Il bascule la tête en arrière. « Mais alors, qu’est-ce que tu veux ?

— Je veux juste jouer la musique que je sais jouer.

— Allons, Joey. » Il me prend la cravate des mains, me l’enroule autour du cou, et se met à serrer. « On leur dira que tu es mon chauffeur, je sais pas. »

À l’une de ces soirées, fin juin, je me tiens dans un coin, barricadé derrière un sourire, à détailler ce qui reste du buffet, en attendant que Jonah soit prêt à partir. Par-dessus le grasseyement des conversations, quelque chose me frappe, comme la plainte d’une station radio à travers la friture. La bande-son de la soirée, reléguée en bruit de fond, soudain je n’entends plus que ça. Le jazz qui sort des haut-parleurs dernier cri de notre hôte est du made in Greenwich Village, cette musique neuve à laquelle Jonah et moi avons succombé il y a quelques mois.

J’écoute la mélodie qui se dérobe comme un nom trop connu pour me revenir. Je ferme les yeux, à la merci de ce sentiment angoissant d’inconnu familier. Je suis certain d’avoir déjà entendu ce morceau, j’anticipe chaque modulation, mais je suis tout aussi certain de n’avoir rien écouté de tel auparavant. Je m’approche de la platine. La perspective d’avoir la réponse en trichant tue toute chance de deviner le titre du morceau.

Un grand type à veste verte et lunettes à monture d’écaille, maigre et pâle, même selon les critères en vigueur dans ces soirées, se tient à côté de la chaîne stéréo, opinant en rythme avec la musique. « C’est quoi, ça ? » L’urgence de mon ton nous surprend tous les deux.

« Ah ! C’est le gars Miles.

— Davis ? » Le trompettiste qui a abandonné Juilliard dix ans avant notre arrivée pour transformer le be-bop en cool. Celui qui, à peine quelques années plus tôt, a été roué de coups par la police et jeté en prison pour s’être trouvé devant un club dans lequel il était programmé. Un homme tellement noir que même moi je traverserais la rue si je le voyais.

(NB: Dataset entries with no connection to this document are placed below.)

package server

import (
	"slices"
	"strings"

	"github.com/labstack/echo/v4"

	"tripwell/forms"
	"tripwell/store"
)

// accessWords says in one line what a read-only person may see: of which sites, which test days, and until when. It stands on
// every page and on the cover of what they take. "" for everybody else.
func (s *Server) accessWords(p store.Person) string {
	if p.Role != "auditor" {
		return ""
	}
	k := s.ink()
	parts := []string{k.say("access.only_all")}
	if !p.All {
		var names []string
		_ = s.store.View(p.Scope(), func(v *store.View) error { // a store being closed: the page itself says so
			sites, err := v.Sites()
			for _, site := range sites {
				names = append(names, site.Name)
			}
			return err
		})
		slices.Sort(names)
		parts[0] = k.and(names)
	}
	if p.Period != nil {
		parts = append(parts, k.say("access.only_period", "from", k.day(p.Period.From), "to", k.day(p.Period.To)))
	}
	if p.Until != nil {
		parts = append(parts, k.say("access.only_until", "day", k.day(*p.Until)))
	}
	return k.say("access.only", "what", strings.Join(slices.DeleteFunc(parts, func(t string) bool { return t == "" }), ", "))
}

// and joins names as a sentence does; of more than four it counts the rest.
func (k ink) and(names []string) string {
	switch n := len(names); {
	case n == 0:
		return ""
	case n == 1:
		return names[0]
	case n > 4:
		return k.say("access.only_more", "names", strings.Join(names[:3], ", "), "n", n-3)
	default:
		return k.say("access.only_and", "names", strings.Join(names[:n-1], ", "), "last", names[n-1])
	}
}

// opened notes that a read-only person opened something: once a day, site and kind of page, under an id made of these, so that it
// is written once however often they look.
func (s *Server) opened(c echo.Context, r route) error {
	who, _ := c.Get(callerKey).(*caller)
	if who == nil || who.person.Role != "auditor" || r.method != get || c.Response().Status >= 400 {
		return nil
	}
	what := openedWords[r.path]
	if what == "" {
		what = strings.Split(strings.Trim(r.path, "/"), "/")[0]
	}
	if what == "" {
		what = "overview"
	}
	if what == "me" || what == "assets" {
		return nil
	}
	on := forms.DayOf(s.store.Now().UTC())
	key := strings.Join([]string{who.person.ID, on.String(), what, c.Request().URL.RequestURI()}, "|")
	if !s.seen.first(key) {
		return nil
	}
	return s.store.NoteUsed(c.Request().Context(), who.person.ID, on, what, s.siteOpened(c, who.person))
}

// openedWords names what a page is about, where the first part of its address does not.
var openedWords = map[string]string{
	"/sites/:site": "register", "/sites/:site/circuits": "circuits", "/sites/:site/protection": "protection", "/sites/:site/calendar": "compliance", "/sites/:site/asked": "plans",
	"/workbook.xlsx": "workbook", "/bundle.zip": "bundle", "/sample.pdf": "sample", "/labels.pdf": "labels", "/label": "labels", "/records/:entry/photos/:photo": "entries", "/forms/:kind/:task": "set-up",
	"/limits/:set": "set-up", "/usual-places": "set-up", "/reminders": "dates", "/t/:tag": "devices", "/T/:tag": "devices",
}

// siteOpened finds the site of what was opened, "" where it is of several.
func (s *Server) siteOpened(c echo.Context, p store.Person) (site string) {
	_ = s.store.View(p.Scope(), func(v *store.View) error { // what cannot be found was not shown
		on := forms.DayOf(s.store.Now().UTC())
		if ref := c.QueryParam("site"); ref != "" {
			if at, err := v.Site(ref); err == nil {
				site = at.ID
			}
		}
		for _, name := range c.ParamNames() {
			id := c.Param(name)
			switch name {
			case "site":
				if at, err := v.Site(id); err == nil {
					site = at.ID
				}
			case "device":
				if d, err := v.Device(id, on); err == nil {
					site = d.Site
				}
			case "entry":
				if e, err := v.Entry(id); err == nil {
					site = e.Site
				}
			case "defect":
				if d, err := v.Defect(id, on); err == nil {
					site = d.Site
				}
			case "round":
				if r, err := v.Round(id); err == nil {
					site = r.Site
				}
			case "circuit":
				if _, at, _, err := v.Circuit(id); err == nil {
					site = at.ID
				}
			case "panel":
				if _, at, err := v.Panel(id); err == nil {
					site = at.ID
				}
			}
		}
		return nil
	})
	return site
}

« Qui d’autre ? répond Veste Verte.

— Un ami à vous ? » Il l’a appelé par son prénom. Après tout, ce n’est pas improbable dans cette soirée où se presse l’élite musicale.

Mais le visage derrière les lunettes à monture d’écaille devient hostile. « Sa musique me branche, mon pote. Ça te pose un problème ? »

Je recule, mains en l’air, tout en jetant un regard circulaire alentour à la recherche de mon frère. Pour qui se prend-il, ce pâlot maigrichon ? Même moi, je pourrais lui coller une dérouillée. Je sens la colère monter en moi, une colère sans issue. Ce tocard me doit des excuses, excuses qu’il se croit en droit d’attendre de moi. Mais pendant tout ce temps, autre chose me turlupine : quelque chose de plus irritant que l’humiliation que je viens d’essuyer de la part ce Nègre blanc. Cette musique. J’ai besoin de savoir pourquoi je la connais. Du Miles Davis, j’en ai entendu beaucoup, mais jamais ce truc. Pourtant, ces grappes d’accords décharnés, modaux, ataviques, défilent dans ma tête comme si je les avais composés. Et c’est alors que ça me revient : la transcription. Ce n’est pas un morceau pour trompette ; c’est pour guitare. Ce n’est pas Miles que je reconnais. C’est Rodrigo.

Je prends la pochette de disque des mains du pâlot. L’excitation qui m’anime le dissuade de me balancer un coup de poing. Je veux en savoir plus, savoir s’il est possible que deux individus sans aucun lien tombent chacun de son côté sur la même chose, un peu à la façon de ces âmes qui errent dans les grands espaces scientifiques dont Da avait coutume de nous parler, le soir, à table. D’après la pochette, la musique s’intitule Sketches of Spain. Je suis le dernier sur terre à en entendre parler. Aranjuez adapté par un type qui a abandonné Juilliard. La musique, il faut qu’elle ait reposé au moins une centaine d’années avant que je la comprenne. J’ai l’impression que c’est précisément le temps qui s’est écoulé depuis la fois où je me suis assis avec Wilson Hart pour voir ce qui se cachait dans cette œuvre, que plus d’un siècle s’est écoulé depuis que nous avons joué à quatre mains, le jour où j’ai appris à improviser.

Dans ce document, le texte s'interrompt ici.